▶ **Exercise goal**: Tell how many lines in the following entries include the word "FromFloat", giving the figure alone.

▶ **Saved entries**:
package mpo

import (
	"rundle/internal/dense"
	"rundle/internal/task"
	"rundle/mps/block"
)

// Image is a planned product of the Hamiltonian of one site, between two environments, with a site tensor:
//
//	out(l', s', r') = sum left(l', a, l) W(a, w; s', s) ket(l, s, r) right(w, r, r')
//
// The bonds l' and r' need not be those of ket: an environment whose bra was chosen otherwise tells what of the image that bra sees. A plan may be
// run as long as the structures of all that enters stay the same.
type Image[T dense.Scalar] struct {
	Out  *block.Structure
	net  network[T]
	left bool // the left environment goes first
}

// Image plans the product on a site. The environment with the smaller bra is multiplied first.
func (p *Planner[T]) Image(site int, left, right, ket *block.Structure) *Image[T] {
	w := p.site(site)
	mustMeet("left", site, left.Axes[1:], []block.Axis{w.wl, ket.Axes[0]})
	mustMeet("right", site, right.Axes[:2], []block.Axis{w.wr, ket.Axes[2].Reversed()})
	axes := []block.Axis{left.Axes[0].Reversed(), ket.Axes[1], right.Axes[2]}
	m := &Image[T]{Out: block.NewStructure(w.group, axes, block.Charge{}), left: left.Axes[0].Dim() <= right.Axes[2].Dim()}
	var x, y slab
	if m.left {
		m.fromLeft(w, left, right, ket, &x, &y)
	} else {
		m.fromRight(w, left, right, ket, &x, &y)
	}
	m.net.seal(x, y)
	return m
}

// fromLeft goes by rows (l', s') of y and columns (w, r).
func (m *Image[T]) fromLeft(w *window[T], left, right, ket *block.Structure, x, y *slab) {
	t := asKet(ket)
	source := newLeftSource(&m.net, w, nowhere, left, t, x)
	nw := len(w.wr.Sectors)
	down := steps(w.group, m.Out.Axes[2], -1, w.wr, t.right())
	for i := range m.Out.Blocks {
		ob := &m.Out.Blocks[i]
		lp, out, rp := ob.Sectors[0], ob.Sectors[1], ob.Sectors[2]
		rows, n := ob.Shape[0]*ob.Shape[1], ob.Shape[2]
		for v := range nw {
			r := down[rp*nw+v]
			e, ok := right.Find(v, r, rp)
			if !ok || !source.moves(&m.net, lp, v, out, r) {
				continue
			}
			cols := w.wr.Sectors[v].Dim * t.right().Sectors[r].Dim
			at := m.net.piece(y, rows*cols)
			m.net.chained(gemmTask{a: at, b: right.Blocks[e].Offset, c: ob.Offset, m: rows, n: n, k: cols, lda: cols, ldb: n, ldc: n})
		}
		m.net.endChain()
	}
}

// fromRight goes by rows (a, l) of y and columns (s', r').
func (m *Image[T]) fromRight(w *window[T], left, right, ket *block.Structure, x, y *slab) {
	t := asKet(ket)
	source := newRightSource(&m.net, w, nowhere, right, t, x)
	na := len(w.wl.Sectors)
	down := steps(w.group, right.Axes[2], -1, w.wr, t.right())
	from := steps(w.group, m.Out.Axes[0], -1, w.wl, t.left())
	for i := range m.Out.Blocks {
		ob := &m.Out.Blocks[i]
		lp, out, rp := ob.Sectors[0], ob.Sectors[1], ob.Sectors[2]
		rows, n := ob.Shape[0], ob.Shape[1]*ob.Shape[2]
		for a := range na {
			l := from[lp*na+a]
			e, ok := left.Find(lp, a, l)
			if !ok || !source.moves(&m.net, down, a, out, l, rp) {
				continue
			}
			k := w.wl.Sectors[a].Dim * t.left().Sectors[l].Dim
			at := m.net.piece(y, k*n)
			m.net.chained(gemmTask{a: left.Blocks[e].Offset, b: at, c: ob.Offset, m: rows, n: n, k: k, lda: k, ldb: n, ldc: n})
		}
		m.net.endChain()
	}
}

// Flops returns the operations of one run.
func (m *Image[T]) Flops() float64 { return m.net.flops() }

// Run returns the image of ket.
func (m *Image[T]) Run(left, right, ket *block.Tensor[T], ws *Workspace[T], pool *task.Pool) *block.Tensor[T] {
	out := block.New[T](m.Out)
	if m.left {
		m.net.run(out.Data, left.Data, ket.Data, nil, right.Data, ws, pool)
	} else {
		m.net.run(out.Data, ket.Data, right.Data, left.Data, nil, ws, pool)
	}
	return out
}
...
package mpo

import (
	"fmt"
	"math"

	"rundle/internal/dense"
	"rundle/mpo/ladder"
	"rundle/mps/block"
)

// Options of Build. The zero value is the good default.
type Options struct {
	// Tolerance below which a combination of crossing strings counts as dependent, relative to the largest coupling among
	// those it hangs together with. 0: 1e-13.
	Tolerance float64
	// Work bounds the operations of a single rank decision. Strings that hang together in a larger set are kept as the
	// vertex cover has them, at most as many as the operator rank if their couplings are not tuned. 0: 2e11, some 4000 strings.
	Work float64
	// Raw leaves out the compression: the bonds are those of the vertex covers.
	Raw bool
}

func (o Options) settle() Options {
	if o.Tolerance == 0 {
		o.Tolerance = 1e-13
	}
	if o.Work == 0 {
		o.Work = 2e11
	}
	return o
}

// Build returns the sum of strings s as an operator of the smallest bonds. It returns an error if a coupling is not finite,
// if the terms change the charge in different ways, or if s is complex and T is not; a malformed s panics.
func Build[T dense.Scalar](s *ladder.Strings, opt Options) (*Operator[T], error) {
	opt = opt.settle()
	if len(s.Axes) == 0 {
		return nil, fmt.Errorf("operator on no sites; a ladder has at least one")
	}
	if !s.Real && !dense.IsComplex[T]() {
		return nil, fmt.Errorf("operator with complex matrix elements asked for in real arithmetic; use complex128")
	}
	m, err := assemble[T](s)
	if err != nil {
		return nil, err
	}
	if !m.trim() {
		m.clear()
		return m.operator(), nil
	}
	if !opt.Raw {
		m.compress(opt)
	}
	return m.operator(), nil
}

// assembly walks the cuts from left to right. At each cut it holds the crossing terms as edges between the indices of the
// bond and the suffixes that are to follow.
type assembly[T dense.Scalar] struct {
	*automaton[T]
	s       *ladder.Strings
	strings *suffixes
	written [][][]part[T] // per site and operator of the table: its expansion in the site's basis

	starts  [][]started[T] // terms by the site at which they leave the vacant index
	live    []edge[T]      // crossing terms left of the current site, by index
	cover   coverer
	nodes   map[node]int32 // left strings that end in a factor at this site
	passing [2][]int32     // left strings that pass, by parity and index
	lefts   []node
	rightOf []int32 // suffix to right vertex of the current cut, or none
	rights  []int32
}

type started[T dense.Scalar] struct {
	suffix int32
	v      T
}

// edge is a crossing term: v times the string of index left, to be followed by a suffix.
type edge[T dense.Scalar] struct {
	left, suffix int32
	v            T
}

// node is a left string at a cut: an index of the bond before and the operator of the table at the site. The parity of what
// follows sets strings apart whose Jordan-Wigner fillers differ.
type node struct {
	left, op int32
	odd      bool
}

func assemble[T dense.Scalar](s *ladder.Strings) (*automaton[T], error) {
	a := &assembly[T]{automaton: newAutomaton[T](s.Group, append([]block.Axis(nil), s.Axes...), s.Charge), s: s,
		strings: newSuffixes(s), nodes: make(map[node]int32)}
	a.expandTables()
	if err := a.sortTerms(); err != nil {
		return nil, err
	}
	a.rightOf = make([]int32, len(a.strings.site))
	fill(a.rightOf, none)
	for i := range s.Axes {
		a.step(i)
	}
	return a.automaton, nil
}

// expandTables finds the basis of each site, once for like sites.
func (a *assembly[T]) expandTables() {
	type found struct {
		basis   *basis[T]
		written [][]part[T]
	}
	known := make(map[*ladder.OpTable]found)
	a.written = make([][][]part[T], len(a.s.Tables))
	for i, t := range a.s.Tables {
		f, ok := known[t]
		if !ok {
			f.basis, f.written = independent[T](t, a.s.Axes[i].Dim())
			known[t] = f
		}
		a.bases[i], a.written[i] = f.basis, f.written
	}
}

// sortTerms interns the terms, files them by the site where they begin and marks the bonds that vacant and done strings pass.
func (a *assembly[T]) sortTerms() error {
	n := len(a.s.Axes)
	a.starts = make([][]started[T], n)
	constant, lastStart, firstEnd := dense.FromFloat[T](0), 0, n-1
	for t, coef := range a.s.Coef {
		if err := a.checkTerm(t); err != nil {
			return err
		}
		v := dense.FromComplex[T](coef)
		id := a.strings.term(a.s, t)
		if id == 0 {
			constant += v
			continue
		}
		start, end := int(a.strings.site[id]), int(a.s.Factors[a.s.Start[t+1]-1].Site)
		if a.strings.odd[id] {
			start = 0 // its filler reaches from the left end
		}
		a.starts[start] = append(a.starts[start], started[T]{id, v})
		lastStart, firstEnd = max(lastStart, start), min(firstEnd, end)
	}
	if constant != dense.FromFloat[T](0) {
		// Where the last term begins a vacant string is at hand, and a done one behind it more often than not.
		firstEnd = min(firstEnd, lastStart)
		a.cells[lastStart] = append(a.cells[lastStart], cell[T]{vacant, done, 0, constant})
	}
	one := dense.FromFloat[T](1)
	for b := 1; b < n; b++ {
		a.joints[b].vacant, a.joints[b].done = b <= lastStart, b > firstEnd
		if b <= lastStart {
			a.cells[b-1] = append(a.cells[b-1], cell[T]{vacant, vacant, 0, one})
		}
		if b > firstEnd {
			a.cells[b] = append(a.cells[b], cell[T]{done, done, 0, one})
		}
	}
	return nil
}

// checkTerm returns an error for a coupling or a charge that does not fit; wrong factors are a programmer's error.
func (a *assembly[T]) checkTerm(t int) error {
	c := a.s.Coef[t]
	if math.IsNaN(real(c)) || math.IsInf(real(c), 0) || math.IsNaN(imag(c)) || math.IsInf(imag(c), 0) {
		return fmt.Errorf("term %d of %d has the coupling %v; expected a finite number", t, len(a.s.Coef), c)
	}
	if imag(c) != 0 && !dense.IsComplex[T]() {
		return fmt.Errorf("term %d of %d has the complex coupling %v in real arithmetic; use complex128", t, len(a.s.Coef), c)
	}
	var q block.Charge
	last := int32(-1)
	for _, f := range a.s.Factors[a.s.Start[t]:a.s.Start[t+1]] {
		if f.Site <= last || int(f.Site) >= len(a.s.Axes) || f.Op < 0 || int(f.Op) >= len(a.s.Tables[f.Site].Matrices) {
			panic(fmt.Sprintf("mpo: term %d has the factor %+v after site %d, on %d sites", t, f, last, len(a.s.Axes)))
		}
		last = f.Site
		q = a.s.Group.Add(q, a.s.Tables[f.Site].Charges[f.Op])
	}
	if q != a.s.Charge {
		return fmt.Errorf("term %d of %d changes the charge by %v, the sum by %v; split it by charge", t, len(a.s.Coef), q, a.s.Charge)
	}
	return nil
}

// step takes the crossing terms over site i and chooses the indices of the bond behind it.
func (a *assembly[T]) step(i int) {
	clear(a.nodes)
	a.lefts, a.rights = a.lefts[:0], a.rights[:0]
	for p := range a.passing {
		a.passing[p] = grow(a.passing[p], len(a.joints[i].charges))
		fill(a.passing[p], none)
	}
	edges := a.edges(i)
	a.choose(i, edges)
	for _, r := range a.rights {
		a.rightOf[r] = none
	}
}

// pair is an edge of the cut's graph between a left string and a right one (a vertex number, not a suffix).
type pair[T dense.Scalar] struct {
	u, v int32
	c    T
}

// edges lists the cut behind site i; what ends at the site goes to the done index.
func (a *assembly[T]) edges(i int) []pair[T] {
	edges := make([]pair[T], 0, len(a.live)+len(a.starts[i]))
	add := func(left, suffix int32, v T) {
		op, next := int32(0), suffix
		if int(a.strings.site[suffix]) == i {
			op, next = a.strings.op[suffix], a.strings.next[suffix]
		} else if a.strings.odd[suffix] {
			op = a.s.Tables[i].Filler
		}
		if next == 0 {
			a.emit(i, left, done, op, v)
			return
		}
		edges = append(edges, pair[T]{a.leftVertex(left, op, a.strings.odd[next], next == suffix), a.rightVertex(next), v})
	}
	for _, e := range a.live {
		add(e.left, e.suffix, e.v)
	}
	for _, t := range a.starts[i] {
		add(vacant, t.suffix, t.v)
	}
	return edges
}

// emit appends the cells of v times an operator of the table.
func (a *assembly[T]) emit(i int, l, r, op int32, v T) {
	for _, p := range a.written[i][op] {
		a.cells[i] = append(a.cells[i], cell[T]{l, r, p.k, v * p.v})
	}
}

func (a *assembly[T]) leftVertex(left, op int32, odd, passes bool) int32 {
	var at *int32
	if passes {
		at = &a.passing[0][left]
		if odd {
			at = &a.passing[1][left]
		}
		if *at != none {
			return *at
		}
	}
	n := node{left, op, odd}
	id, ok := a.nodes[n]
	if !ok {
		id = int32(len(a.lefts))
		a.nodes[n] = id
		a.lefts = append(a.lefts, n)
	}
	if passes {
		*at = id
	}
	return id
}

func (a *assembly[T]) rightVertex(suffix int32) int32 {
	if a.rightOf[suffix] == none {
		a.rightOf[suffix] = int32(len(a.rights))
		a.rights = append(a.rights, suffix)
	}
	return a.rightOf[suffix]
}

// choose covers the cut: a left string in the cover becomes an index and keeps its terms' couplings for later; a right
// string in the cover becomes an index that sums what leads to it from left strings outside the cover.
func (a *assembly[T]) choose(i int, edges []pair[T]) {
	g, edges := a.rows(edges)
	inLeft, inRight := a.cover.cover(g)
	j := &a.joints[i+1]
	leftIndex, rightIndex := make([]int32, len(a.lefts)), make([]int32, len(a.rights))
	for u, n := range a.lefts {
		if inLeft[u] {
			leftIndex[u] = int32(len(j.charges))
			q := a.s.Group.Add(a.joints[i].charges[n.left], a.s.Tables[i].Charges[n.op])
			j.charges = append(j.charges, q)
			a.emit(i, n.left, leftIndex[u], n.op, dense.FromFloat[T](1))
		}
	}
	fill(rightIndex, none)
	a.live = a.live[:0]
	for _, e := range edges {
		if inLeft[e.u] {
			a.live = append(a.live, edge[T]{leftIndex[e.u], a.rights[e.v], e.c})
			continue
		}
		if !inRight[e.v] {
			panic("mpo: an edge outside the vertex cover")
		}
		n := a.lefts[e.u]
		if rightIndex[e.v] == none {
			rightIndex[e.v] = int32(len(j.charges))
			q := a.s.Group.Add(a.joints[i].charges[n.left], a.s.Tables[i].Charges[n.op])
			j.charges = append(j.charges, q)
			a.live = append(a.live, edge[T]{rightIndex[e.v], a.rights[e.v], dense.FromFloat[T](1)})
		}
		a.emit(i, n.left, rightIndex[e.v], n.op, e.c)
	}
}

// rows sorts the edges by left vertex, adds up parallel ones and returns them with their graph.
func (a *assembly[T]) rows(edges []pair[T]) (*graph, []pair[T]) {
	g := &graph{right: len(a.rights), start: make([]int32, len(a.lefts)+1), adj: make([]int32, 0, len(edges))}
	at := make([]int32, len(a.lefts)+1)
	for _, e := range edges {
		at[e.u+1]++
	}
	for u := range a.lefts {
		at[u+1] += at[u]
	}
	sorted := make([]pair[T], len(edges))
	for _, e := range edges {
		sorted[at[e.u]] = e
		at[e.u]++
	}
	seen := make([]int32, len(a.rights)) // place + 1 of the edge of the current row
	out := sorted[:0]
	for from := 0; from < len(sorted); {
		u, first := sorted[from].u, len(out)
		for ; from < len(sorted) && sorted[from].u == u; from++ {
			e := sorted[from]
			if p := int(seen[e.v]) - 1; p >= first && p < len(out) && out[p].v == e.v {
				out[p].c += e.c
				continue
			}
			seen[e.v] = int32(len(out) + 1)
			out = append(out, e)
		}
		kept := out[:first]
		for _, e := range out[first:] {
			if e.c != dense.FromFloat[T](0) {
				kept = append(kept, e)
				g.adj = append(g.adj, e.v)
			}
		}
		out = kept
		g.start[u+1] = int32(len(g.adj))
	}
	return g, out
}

▶ **Task solution**: 6